Agonistic Effects of MIF (MSH-Release Inhibiting Factor) in Levodopa-Treated Parkinsonian Patients

  • E. Schneider
  • P.-A. Fischer
  • P. Jacobi
  • W. Reeh
Conference paper
Part of the Verhandlungen der Deutschen Gesellschaft für Neurologie book series (VDGNEUROLOGIE, volume 1)

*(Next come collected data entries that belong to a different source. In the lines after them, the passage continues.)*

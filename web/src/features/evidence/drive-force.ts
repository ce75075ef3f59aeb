import { compileProblem, type Samples, type Scenario } from "@restband/solver";
import type { Inputs } from "../../compute/inputs.ts";
import { indexAt, type Instant } from "../../compute/instant.ts";

interface Part {
  readonly from: number;
  readonly to: number;
}

/** The force that drives a body, N (N·m), and what it is called. */
export interface DriveForce {
  readonly name: string;
  readonly at: (instant: Pick<Instant, "t" | "a" | "f">) => number;
  /** Its values in a part of a run, none of its corners lost; times sorted. */
  readonly between: (samples: Samples, part: Part) => readonly { t: number; force: number }[];
}

/**
 * The applied force where there is one; of a moved base what comes through spring and damper, by Newton's law:
 * m a − f − W. Null where nothing drives, and with an acceleration record, whose a is that relative to the base.
 */
export function driveForceOf(scenario: Scenario, inputs: Inputs): DriveForce | null {
  const { inertia, weight, isRelative } = compileProblem(scenario);
  if (scenario.force.length > 0) return appliedForce(inputs);
  if (scenario.base.length === 0 || isRelative) return null;
  const at: DriveForce["at"] = ({ a, f }) => inertia * a - f - weight;
  return { name: "from the drive", at, between: (samples, part) => sampled(at, samples, part) };
}

function appliedForce(inputs: Inputs): DriveForce {
  const at: DriveForce["at"] = ({ t }) => inputs.force(t);
  const between: DriveForce["between"] = (samples, part) =>
    inputs.times(part.from, part.to)?.map((t) => ({ t, force: inputs.force(t) })) ?? sampled(at, samples, part);
  return { name: "applied force", at, between };
}

function sampled(at: DriveForce["at"], { t, a, f }: Samples, { from, to }: Part): { t: number; force: number }[] {
  const first = indexAt(t, from);
  const count = Math.min(t.length - 1, indexAt(t, to) + 1) - first + 1;
  return Array.from({ length: count }, (_, k) => ({
    t: t[first + k],
    force: at({ t: t[first + k], a: a[first + k], f: f[first + k] }),
  }));
}
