import type { EventKind } from "@restband/solver";

export const eventWords: Record<EventKind, string> = {
  start: "starts",
  "break-away": "breaks away",
  stop: "stops",
  turn: "turns",
  end: "ends",
};
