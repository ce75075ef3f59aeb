import { Option } from "./option.tsx";
import type { Extra } from "./use-panels.ts";

interface PanelChoiceProps {
  hasDrive: boolean;
  chosen: readonly Extra[];
  onToggle: (panel: Extra) => void;
}

/** Which figures stand beside the usual ones. */
export function PanelChoice({ hasDrive, chosen, onToggle }: PanelChoiceProps) {
  const option = (panel: Extra, label: string) => (
    <Option label={label} isChosen={chosen.includes(panel)} onChoose={() => onToggle(panel)} />
  );
  return (
    <div className="flex flex-wrap items-center gap-x-3 text-13" role="group" aria-label="More plots">
      <span className="text-quiet">also</span>
      {option("acceleration", "acceleration")}
      {hasDrive && option("drive", "drive force")}
      {option("spectrum", "spectrum")}
    </div>
  );
}
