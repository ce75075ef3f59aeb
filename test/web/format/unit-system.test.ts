import { afterEach, beforeEach, describe, expect, it } from "vitest";
import { readInput, say, sayInput } from "../../../web/src/format/format-quantity.ts";
import { showUnitSystem } from "../../../web/src/format/unit-system.ts";
import type { Measurand, Motion } from "../../../web/src/format/unit.ts";
import { unitByLabel, unitFor } from "../../../web/src/format/units.ts";

const plain = (text: string): string => text.replaceAll("\u00a0", " ").replaceAll("\u202f", " ");
const measure = (dimension: Measurand, motion: Motion = "linear") => ({ dimension, motion });

afterEach(() => showUnitSystem("millimetre"));

describe("inch and pound", () => {
  beforeEach(() => showUnitSystem("inch"));

  // One of each unit in SI, from 1 in = 0.0254 m, 1 lb = 0.45359237 kg and g = 9.80665 m/s², all exact by definition.
  it.each<[Measurand, Motion, number, string]>([
    ["displacement", "linear", 0.0254, "1 in"],
    ["displacement", "linear", 2.54e-6, "100 μin"],
    ["velocity", "linear", 0.0254, "1 in/s"],
    ["acceleration", "linear", 9.80665, "386 in/s²"],
    ["inertia", "linear", 0.45359237, "1 lb"],
    ["inertia", "angular", 2.9263965e-4, "1 lb·in²"],
    ["force", "linear", 4.4482216152605, "1 lbf"],
    ["force", "angular", 0.112984829, "1 lbf·in"],
    ["pressing", "angular", 44.482216152605, "10 lbf"],
    ["stiffness", "linear", 175.126835, "1 lbf/in"],
    ["stiffness", "angular", 0.112984829, "1 lbf·in/rad"],
    ["damping", "linear", 175.126835, "1 lbf·s/in"],
    ["damping", "angular", 0.112984829, "1 lbf·in·s/rad"],
    ["pressure", "linear", 6894.757293, "1 psi"],
    ["energy", "linear", 0.112984829, "1 lbf·in"],
    ["power", "linear", 0.112984829, "1 lbf·in/s"],
    ["time", "linear", 0.002, "2 ms"],
    ["frequency", "linear", 12, "12 Hz"],
    ["none", "linear", 0.15, "0.15"],
  ])("%s, %s: %d", (dimension, motion, value, text) =>
    expect(plain(say(value, measure(dimension, motion)))).toBe(text),
  );

  it("leaves the unit chosen for one value alone", () => {
    const stiffness = measure("stiffness");
    expect(plain(sayInput(4e6, stiffness, unitByLabel(stiffness, "N/μm")))).toBe("4 N/μm");
  });

  it("says what was entered in other units to six digits, and all of it on demand", () => {
    const { text, full } = readInput(4e6, measure("stiffness"));
    expect([plain(text), plain(full)]).toEqual(["22 841", "4000000 N/m"]);
    expect(plain(sayInput(0.0254 / 4, measure("length")))).toBe("0.25 in");
  });
});

describe("metre, kilogram and second", () => {
  it.each<[Measurand, Motion, string]>([
    ["displacement", "linear", "m"],
    ["velocity", "linear", "m/s"],
    ["stiffness", "linear", "N/m"],
    ["pressure", "linear", "Pa"],
    ["angle", "linear", "°"],
    ["inertia", "angular", "kg·m²"],
  ])("%s, %s", (dimension, motion, label) => {
    showUnitSystem("metre");
    expect(unitFor(3e-6, measure(dimension, motion)).label).toBe(label);
  });
});
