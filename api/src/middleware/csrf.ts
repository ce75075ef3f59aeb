import { csrfSync } from "csrf-sync";
import type { Request, RequestHandler } from "express";
import { Refusal } from "../errors.ts";

const tokens = csrfSync({ size: 32 });

/** The session's token, made at first need; the page sends it back in `X-CSRF-Token`. */
export const csrfTokenOf = (request: Request): string => tokens.generateToken(request);

/** Lets a request that changes something through only from our own pages and with the session's token. */
export const csrf: RequestHandler = (request, _response, next) => {
  if (["GET", "HEAD", "OPTIONS"].includes(request.method)) return next();
  if (!isSameOrigin(request)) {
    throw new Refusal(403, "cross-origin", "Changes are taken only from Restband's own pages.");
  }
  if (!tokens.isRequestValid(request)) {
    throw new Refusal(
      403,
      "csrf-token",
      "The session has changed since this page was opened. Read it again and repeat.",
    );
  }
  next();
};

/** Browsers always send one of the two headers; a script sends `Origin` itself. */
function isSameOrigin(request: Request): boolean {
  const site = request.get("Sec-Fetch-Site");
  const origin = request.get("Origin");
  if (site === undefined && origin === undefined) return false;
  if (site !== undefined && site !== "same-origin") return false;
  return origin === undefined || hostOf(origin) === request.host;
}

function hostOf(origin: string): string | null {
  return URL.canParse(origin) ? new URL(origin).host : null;
}
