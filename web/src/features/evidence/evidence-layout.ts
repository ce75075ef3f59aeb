import type { Layout, LayoutAxis } from "plotly.js-dist-min";
import type { PlotTheme } from "../../components/plot-theme.ts";
import { fromSi } from "../../format/unit.ts";
import { plotWidth, type Frame, type PanelFrame, type PanelKey } from "./frame.ts";

/** plotly's names of the panels' axes. */
export const axes: Record<PanelKey, "y" | "y2" | "y3" | "y4" | "y5"> = {
  displacement: "y",
  velocity: "y2",
  friction: "y3",
  acceleration: "y4",
  drive: "y5",
};

export type FigureLayout = Partial<Layout> & { width: number; height: number };

/** Panels one below the other over one time axis: no box, a quiet grid, only the bottom axis in ink. */
export function layoutOf(frame: Frame, theme: PlotTheme): FigureLayout {
  const { width, height, left, right, panels } = frame;
  const last = panels[panels.length - 1];
  const top = panels[0].top;
  const bottom = height - last.top - last.height;
  const share = (y: number): number => 1 - (y - top) / (height - top - bottom);
  return {
    width,
    height,
    autosize: false,
    margin: { l: left, r: right, t: top, b: bottom, pad: 0 },
    paper_bgcolor: "rgba(0,0,0,0)",
    plot_bgcolor: "rgba(0,0,0,0)",
    separators: ".\u202f",
    uirevision: "evidence",
    showlegend: false,
    hovermode: false,
    xaxis: timeAxis(frame, theme, last.key),
    ...Object.fromEntries(
      panels.map((panel) => [axes[panel.key].replace("y", "yaxis"), valueAxis(panel, theme, share)]),
    ),
  };
}

function timeAxis(frame: Frame, theme: PlotTheme, under: PanelKey): Partial<LayoutAxis> {
  return {
    ...plainAxis(theme),
    range: [frame.from, frame.to],
    anchor: axes[under],
    nticks: Math.max(3, Math.floor(plotWidth(frame) / 110)),
    showline: true,
    linecolor: theme.ink,
    linewidth: 1,
    tickcolor: theme.ink,
    ticklen: 4,
  };
}

function valueAxis(panel: PanelFrame, theme: PlotTheme, share: (y: number) => number): Partial<LayoutAxis> {
  return {
    ...plainAxis(theme),
    range: [fromSi(panel.low, panel.unit), fromSi(panel.high, panel.unit)],
    domain: [share(panel.top + panel.height), share(panel.top)],
    nticks: panel.height > 150 ? 6 : 5,
    // An invisible tick keeps the figures off the plot.
    tickcolor: "rgba(0,0,0,0)",
    ticklen: 5,
    zeroline: true,
    zerolinecolor: theme.edge,
    zerolinewidth: 1,
  };
}

/** What all our axes share. */
export const plainAxis = (theme: PlotTheme): Partial<LayoutAxis> => ({
  showgrid: true,
  gridcolor: theme.line,
  gridwidth: 1,
  zeroline: false,
  fixedrange: true,
  ticks: "outside",
  tickfont: { family: theme.mono, size: 12.5, color: theme.quiet },
  exponentformat: "power",
  // Its labels have their room: without measuring each for it, a plot is drawn a quarter faster.
  ticklabeloverflow: "allow",
});
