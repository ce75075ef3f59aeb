interface OptionProps {
  label: string;
  isChosen?: boolean;
  isDisabled?: boolean;
  onChoose: () => void;
}

/** A quiet word that can be chosen; bold while it is. */
export function Option({ label, isChosen, isDisabled, onChoose }: OptionProps) {
  return (
    <button
      type="button"
      aria-pressed={isChosen}
      disabled={isDisabled}
      className={isChosen ? "hit font-bold" : "link hit disabled:text-quiet disabled:no-underline"}
      onClick={onChoose}
    >
      {label}
    </button>
  );
}
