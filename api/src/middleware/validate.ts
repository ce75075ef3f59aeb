import { z } from "@restband/solver";
import type { RequestHandler } from "express";
import type { Route } from "../contract.ts";
import { badRequest, Refusal } from "../errors.ts";
import { demandModest } from "./modest.ts";
import { faultsOf } from "./zod-faults.ts";

const nothing = z.strictObject({});

/** Parses parameters, query, body and `If-Match` as the contract has them, and leaves them in `response.locals`. */
export function validate(route: Route): RequestHandler {
  return (request, response, next) => {
    if (route.body && !request.is("json")) {
      throw new Refusal(415, "not-json", "The body has to be JSON, with the content type application/json.");
    }
    if (route.body) demandModest(request.body);
    Object.assign(response.locals, {
      params: parsed(route.params ?? nothing, request.params),
      query: parsed(route.query ?? nothing, request.query),
      body: route.body && parsed(route.body, request.body),
      version: route.ifMatch ? versionOf(request.get("If-Match")) : undefined,
    });
    next();
  };
}

function parsed(schema: z.ZodType, value: unknown): unknown {
  const { data, error } = schema.safeParse(value);
  if (error) throw badRequest(faultsOf(error));
  return data;
}

function versionOf(header: string | undefined): number {
  if (header === undefined) {
    throw new Refusal(428, "version-missing", 'Say which version is being replaced: If-Match: "<version>".');
  }
  const digits = /^"(\d{1,10})"$/.exec(header)?.[1];
  if (digits === undefined) {
    throw badRequest([{ path: "If-Match", message: 'A whole number in quotes is wanted, as in "3".' }]);
  }
  return Number(digits);
}
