import { useState, type PointerEvent } from "react";
import { plotWidth, timeAt, type Frame } from "./frame.ts";

interface StripDragProps {
  frame: Frame;
  /** Pressed at an instant. */
  onMove: (t: number) => void;
  /** Dragged from one instant to another. */
  onSpan: (one: number, other: number) => void;
}

/** A pointer that moves less than this, px, has pressed and not dragged. */
const LEAST = 5;

/** Lies over the motion strip: pressed it moves the cursor, dragged it chooses a span. The same is in the fields above and on the keys. */
export function StripDrag({ frame, onMove, onSpan }: StripDragProps) {
  const [drag, setDrag] = useState<{ begin: number; now: number } | null>(null);
  const placeOf = ({ clientX, currentTarget }: PointerEvent<HTMLElement>): number =>
    frame.left + Math.min(plotWidth(frame), Math.max(0, clientX - currentTarget.getBoundingClientRect().left));
  const isDragged = drag !== null && Math.abs(drag.now - drag.begin) >= LEAST;
  const end = (): void => {
    if (!drag) return;
    if (isDragged) onSpan(timeAt(frame, drag.begin), timeAt(frame, drag.now));
    else onMove(timeAt(frame, drag.begin));
    setDrag(null);
  };
  return (
    <div
      data-strip
      className="absolute inset-y-0 cursor-crosshair touch-pan-y"
      style={{ left: frame.left, width: plotWidth(frame) }}
      title="Press to move the cursor, drag to see a span"
      onPointerDown={(event) => {
        if (!event.isPrimary) return;
        event.currentTarget.setPointerCapture(event.pointerId);
        const place = placeOf(event);
        setDrag({ begin: place, now: place });
      }}
      onPointerMove={(event) => drag && setDrag({ ...drag, now: placeOf(event) })}
      onPointerUp={end}
      onPointerCancel={() => setDrag(null)}
    >
      {isDragged && (
        <span
          className="absolute inset-y-0 border-x-2 border-ink bg-slip/20"
          style={{
            left: Math.min(drag.begin, drag.now) - frame.left,
            width: Math.abs(drag.now - drag.begin),
          }}
        />
      )}
    </div>
  );
}
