import { checkScenario, type Scenario } from "@restband/solver";
import { useQuery } from "@tanstack/react-query";
import { useMemo, useState } from "react";
import { useParams } from "react-router-dom";
import { scenarioQuery, scenariosQuery } from "../../api/scenarios.ts";
import { samplesFor } from "../../compute/samples-for.ts";
import { useRun } from "../../compute/use-run.ts";
import type { Overlay } from "./overlay.ts";
import { runViewOf } from "./run-view.ts";

/** Which other scenario is drawn beside this one. */
export interface ScenarioOverlay {
  readonly isOpen: boolean;
  readonly open: () => void;
  /** Id and title of those there are; empty until they are read. */
  readonly others: readonly { id: string; title: string }[];
  readonly chosen: string;
  readonly choose: (id: string) => void;
  /** What stands in the way of the one chosen, or null. */
  readonly trouble: string | null;
  readonly overlays: readonly Overlay[];
}

/** Another scenario of the project whose page this is, computed here like this one. Nothing is read before somebody asks for it. */
export function useScenarioOverlay(motion: Scenario["motion"]): ScenarioOverlay {
  const { projectId = "", scenarioId = "" } = useParams();
  const [isOpen, setOpen] = useState(false);
  const [chosen, setChosen] = useState("");
  const list = useQuery({ ...scenariosQuery(projectId), enabled: isOpen });
  const stored = useQuery({ ...scenarioQuery(projectId, chosen), enabled: chosen !== "" });
  const content = chosen === "" ? undefined : stored.data?.content;
  const scenario = useMemo(() => (content ? (checkScenario(content).scenario ?? null) : null), [content]);
  const isAlike = scenario?.motion === motion;
  const samples = scenario ? samplesFor(scenario) : 2;
  const { computed } = useRun(
    isAlike ? scenario : null,
    useMemo(() => ({ samples }), [samples]),
  );
  const overlays = useMemo(() => {
    if (!isAlike || !computed || !("result" in computed)) return [];
    const view = runViewOf(computed.scenario, computed.result);
    return view ? [{ key: chosen, label: computed.scenario.title || "Untitled", samples: view.samples }] : [];
  }, [isAlike, computed, chosen]);
  return {
    isOpen,
    open: () => setOpen(true),
    others: (list.data ?? []).filter(({ id, archivedAt }) => id !== scenarioId && archivedAt === null),
    chosen,
    choose: setChosen,
    trouble: troubleOf({ hasFailed: stored.isError || list.isError, content, scenario, isAlike, computed }),
    overlays,
  };
}

interface Reading {
  readonly hasFailed: boolean;
  readonly content: unknown;
  readonly scenario: Scenario | null;
  readonly isAlike: boolean;
  readonly computed: ReturnType<typeof useRun>["computed"];
}

function troubleOf({ hasFailed, content, scenario, isAlike, computed }: Reading): string | null {
  if (hasFailed) return "The other scenario does not load.";
  if (!content) return null;
  if (!scenario) return "The other scenario has fields to put right.";
  if (!isAlike) return "The other body moves in another way: one turns, one slides.";
  return computed && "refusal" in computed ? computed.refusal.message : null;
}
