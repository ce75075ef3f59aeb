import type { Samples } from "@restband/solver";
import { indexAt } from "../../compute/instant.ts";
import { nounOf } from "../../format/noun.ts";
import type { Measure, Unit } from "../../format/unit.ts";
import { unitFor } from "../../format/units.ts";
import { densified } from "./densified.ts";
import { padded } from "./frame.ts";
import { fromDrive, lastCycles, phaseChanges, type RunView } from "./run-view.ts";
import { driveSpeed, extremesOf, frictionExtremes } from "./scales.ts";
import type { Range } from "./part-of-run.ts";

/** One axis of a loop: range in SI, unit, and what is measured along it. */
export interface LoopAxis {
  readonly name: string;
  readonly measure: Measure;
  readonly low: number;
  readonly high: number;
  /** What the body itself reaches. */
  readonly extremes: readonly [number, number];
  readonly unit: Unit;
}

/** What both loops share: the part of the run they show and where the body is in it. */
export interface LoopPart {
  readonly range: Range;
  /** What part it is, in words. */
  readonly words: string;
  readonly samples: Samples;
  /** Displacement, or distance from the drive, of each sample; m (rad). */
  readonly places: Float64Array;
  /** The samples within at which a new phase begins. */
  readonly events: readonly number[];
  readonly across: LoopAxis;
}

/** A loop: something of the body over where the body is. */
export interface LoopFrame {
  readonly key: "velocity" | "friction";
  readonly title: string;
  readonly across: LoopAxis;
  readonly upright: LoopAxis;
}

/** The last cycles where the whole run is seen and has cycles; else what is seen. */
export function loopPart(view: RunView, seen: Range): LoopPart {
  const isWhole = seen.from === 0 && seen.to === view.end;
  const last = isWhole ? lastCycles(view) : null;
  const range = last ?? seen;
  const samples = cut(densified(view.samples, range), range);
  const places = samples.t.map((t, i) => fromDrive(view, { t, x: samples.x[i] }));
  return {
    range,
    words: last ? "last cycles" : isWhole ? "whole run" : "the part seen above",
    samples,
    places,
    events: phaseChanges(samples),
    across: placeAxis(view, places),
  };
}

function cut(samples: Samples, { from, to }: Range): Samples {
  const before = indexAt(samples.t, from);
  const first = samples.t[before] < from ? before + 1 : before;
  const end = indexAt(samples.t, to) + 1;
  const part = (values: Float64Array): Float64Array => values.subarray(first, end);
  const { t, x, v, a, f, phase } = samples;
  return { t: part(t), x: part(x), v: part(v), a: part(a), f: part(f), phase: part(phase) };
}

function placeAxis({ scenario }: RunView, places: Float64Array): LoopAxis {
  const name = scenario.base.length > 0 ? "from the drive" : scenario.motion === "angular" ? "angle" : "displacement";
  const low = places.reduce((least, place) => Math.min(least, place), Infinity);
  const high = places.reduce((most, place) => Math.max(most, place), -Infinity);
  return axisOf(name, { dimension: "displacement", motion: scenario.motion }, [low, high]);
}

/** Velocity, and friction, over where the body is; both over the same range. */
export function loopFrames(view: RunView, { samples, range, across }: LoopPart): readonly [LoopFrame, LoopFrame] {
  const { motion } = view.scenario;
  const speeds = extremesOf(samples, "v", range);
  const forces = extremesOf(samples, "f", range);
  const held = frictionExtremes({ ...view, samples }, range);
  return [
    {
      key: "velocity",
      title: "Phase plane",
      across,
      upright: axisOf("velocity", { dimension: "velocity", motion }, speeds, [0, ...driveSpeed(view)]),
    },
    {
      key: "friction",
      title: "Force against displacement",
      across,
      upright: axisOf(`friction on the ${nounOf(view.scenario)}`, { dimension: "force", motion }, forces, held),
    },
  ];
}

/** An axis for what the body reaches and for what it is measured against. */
function axisOf(
  name: string,
  measure: Measure,
  extremes: readonly [number, number],
  references: readonly number[] = [],
): LoopAxis {
  const [low, high] = [Math.min(...extremes, ...references), Math.max(...extremes, ...references)];
  const unit = unitFor(Math.max(Math.abs(low), Math.abs(high)), measure);
  return { name, measure, unit, extremes, ...padded(low, high, unit.factor) };
}
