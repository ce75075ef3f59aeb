import { useId, useState, type FormEvent } from "react";
import { classNames } from "../../components/class-names.ts";
import { controlClass, FieldError } from "../../components/field.tsx";
import { readQuantity } from "../../format/format-quantity.ts";
import { unitFor } from "../../format/units.ts";
import type { SeenPart } from "./use-part.ts";
import { readSpan, seconds } from "./read-span.ts";

interface SpanFieldsProps {
  part: SeenPart;
  /** End of the whole run, s. */
  whole: number;
}

interface Typed {
  readonly from: string;
  readonly to: string;
}

/** The two ends of what is seen, which can be typed; what cannot be read changes nothing. */
export function SpanFields({ part, whole }: SpanFieldsProps) {
  const id = useId();
  const [typed, setTyped] = useState<Typed | null>(null);
  const [fault, setFault] = useState<string | null>(null);
  const unit = unitFor(whole, seconds);
  const shown = (t: number): string => readQuantity(t, seconds, { unit, digits: 5 }).text;
  const seen: Typed = { from: shown(part.range.from), to: shown(part.range.to) };
  const put = (change: Partial<Typed>): void => setTyped({ ...(typed ?? seen), ...change });
  const take = (event?: FormEvent): void => {
    event?.preventDefault();
    if (!typed) return;
    const read = readSpan(typed, seen, part.range, whole, unit);
    setFault("fault" in read ? read.fault : null);
    if ("fault" in read) return;
    part.span(read.from, read.to);
    setTyped(null);
  };
  const field = (end: keyof Typed, label: string) => (
    <input
      aria-label={label}
      aria-invalid={fault ? true : undefined}
      aria-describedby={fault ? id : undefined}
      autoComplete="off"
      inputMode="decimal"
      className={classNames(controlClass, "figures h-7! w-18! px-1.5! text-13! pointer-coarse:h-[44px]!")}
      value={(typed ?? seen)[end]}
      onChange={({ target }) => put({ [end]: target.value })}
      onBlur={() => take()}
    />
  );
  return (
    <form className="flex flex-wrap items-center gap-x-1.5" aria-label="Span" onSubmit={take}>
      <span className="text-quiet">from</span>
      {field("from", "Seen from")}
      <span className="text-quiet">to</span>
      {field("to", "Seen to")}
      <span className="text-quiet">{unit.label}</span>
      <button type="submit" className="sr-only">
        See this span
      </button>
      {fault && (
        <span className="basis-full">
          <FieldError id={id}>{fault}</FieldError>
        </span>
      )}
    </form>
  );
}
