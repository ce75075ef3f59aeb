import { beforeAll, describe, expect, it, vi } from "vitest";
import { otherUnits } from "../../../web/src/format/other-units.ts";
import { parseTyped } from "../../../web/src/format/parse-typed.ts";
import { unitByLabel, unitsOf } from "../../../web/src/format/units.ts";
import type { Measure } from "../../../web/src/format/unit.ts";

const speed: Measure = { dimension: "velocity", motion: "linear" };
const read = (text: string, measure: Measure = speed, unit = "mm/s") =>
  parseTyped(text, measure, unitByLabel(measure, unit) ?? unitsOf(measure)[0]);
const valueOf = (text: string, measure: Measure = speed, unit = "mm/s") => {
  const reading = read(text, measure, unit);
  return reading.kind === "value" ? reading.value : reading.message;
};

beforeAll(() => vi.waitFor(() => expect(otherUnits()).not.toBeNull()));

describe("what a person types becomes SI", () => {
  it.each([
    ["2", 0.002],
    ["2 mm/min", 0.002 / 60],
    ["2mm/min", 0.002 / 60],
    ["0,15", 0.00015],
    ["0,150", 0.00015],
    ["-1.5e1", -0.015],
    ["−3", -0.003],
    ["− 3", -0.003],
    ["1.2·10^3 μm/s", 0.0012],
    ["1.2·10⁻³ m/s", 0.0012],
    ["3 in/min", (3 * 0.0254) / 60],
    ["12,500.5", 12.5005],
    ["12.500,5", 12.5005],
    ["1,200,000", 1200],
    ["12 500", 12.5],
    ["12\u202f500", 12.5],
    ["12'500 mm/s", 12.5],
    [".5", 0.0005],
    ["5.", 0.005],
    ["1 ft/s", 0.3048],
    ["2 MM/S", 0.002],
  ])("%s mm/s", (text, expected) => {
    expect(valueOf(text)).toBeCloseTo(expected, 14);
  });

  it.each<[string, Measure, number]>([
    ["3 in", { dimension: "displacement", motion: "linear" }, 0.0762],
    ['3"', { dimension: "displacement", motion: "linear" }, 0.0762],
    ["100 um", { dimension: "displacement", motion: "linear" }, 1e-4],
    ["100 µm", { dimension: "displacement", motion: "linear" }, 1e-4],
    ["90°", { dimension: "displacement", motion: "angular" }, Math.PI / 2],
    ["300 rpm", { dimension: "velocity", motion: "angular" }, 10 * Math.PI],
    ["300 rpm", { dimension: "frequency", motion: "linear" }, 5],
    ["10 rad/s", { dimension: "frequency", motion: "linear" }, 10 / (2 * Math.PI)],
    ["4 N/um", { dimension: "stiffness", motion: "linear" }, 4e6],
    ["10 lbf/in", { dimension: "stiffness", motion: "linear" }, 1751.268352464764],
    ["0.35 N s/mm", { dimension: "damping", motion: "linear" }, 350],
    ["12 N*m", { dimension: "force", motion: "angular" }, 12],
    ["15 %", { dimension: "none", motion: "linear" }, 0.15],
    ["2 m/s2", { dimension: "acceleration", motion: "linear" }, 2],
    ["1 g", { dimension: "acceleration", motion: "linear" }, 9.80665],
  ])("%s of %o", (text, measure, expected) => {
    expect(valueOf(text, measure)).toBeCloseTo(expected, 12);
  });

  it("leaves decimal units clean to the last bit", () => {
    expect(valueOf("1.2", { dimension: "displacement", motion: "linear" }, "mm")).toBe(0.0012);
    expect(valueOf("74.1", { dimension: "displacement", motion: "linear" }, "μm")).toBe(7.41e-5);
  });

  it("asks where a comma can be either kind", () => {
    const reading = read("1,200");
    expect(reading.kind).toBe("ambiguous");
    expect(reading).toMatchObject({
      choices: [
        { label: "1.2 mm/s", value: 0.0012 },
        { label: "1200 mm/s", value: 1.2 },
      ],
    });
  });

  it.each([
    ["", "A number is missing here."],
    ["fast", "“fast” is not a number."],
    ["2 kg", "“kg” is not a unit that fits here."],
    ["2 furlongs", "“furlongs” is not a unit that fits here."],
    ["1,2,3", "“1,2,3” is not a number."],
    ["1.2.3", "“1.2.3” is not a number."],
  ])("says why “%s” cannot be read", (text, message) => {
    expect(valueOf(text)).toContain(message);
  });
});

The use of Pro-Leu-Gly-NH2 (PLG) synthezised by NAIR et al (9) and considered as MSH-release inhibiting factor (MIF-I) in the treatment of parkinsonism is based on clinical and experimental findings. It could be shown that the application of MSH leads to an aggravation of the parkinsonian symptomatology. In animal studies it was shown that PLG (MIF-I) is able to potentiate the effects of levodopa and to antagonize the effects of reserpine and oxotremorine (for review see 8, 3). The positive effects of PLG (MIF-I) on the parkinsonian symptomatology, first shown by KASTIN and BARBEAU (2) using doses of 20-40 mg , soon were confirmed by CHASE et al (4) and FISCHER et al (6) who, in addition, could demonstrate mood elevating properties of PLG (MIF-I). This latter finding was confirmed also with larger doses of PLG in parkinsonian patients (7) and patients with endo-geneous depression (5). In the present study an analysis of the levodopa potentiating effect on motor performances, mood and drive was carried out.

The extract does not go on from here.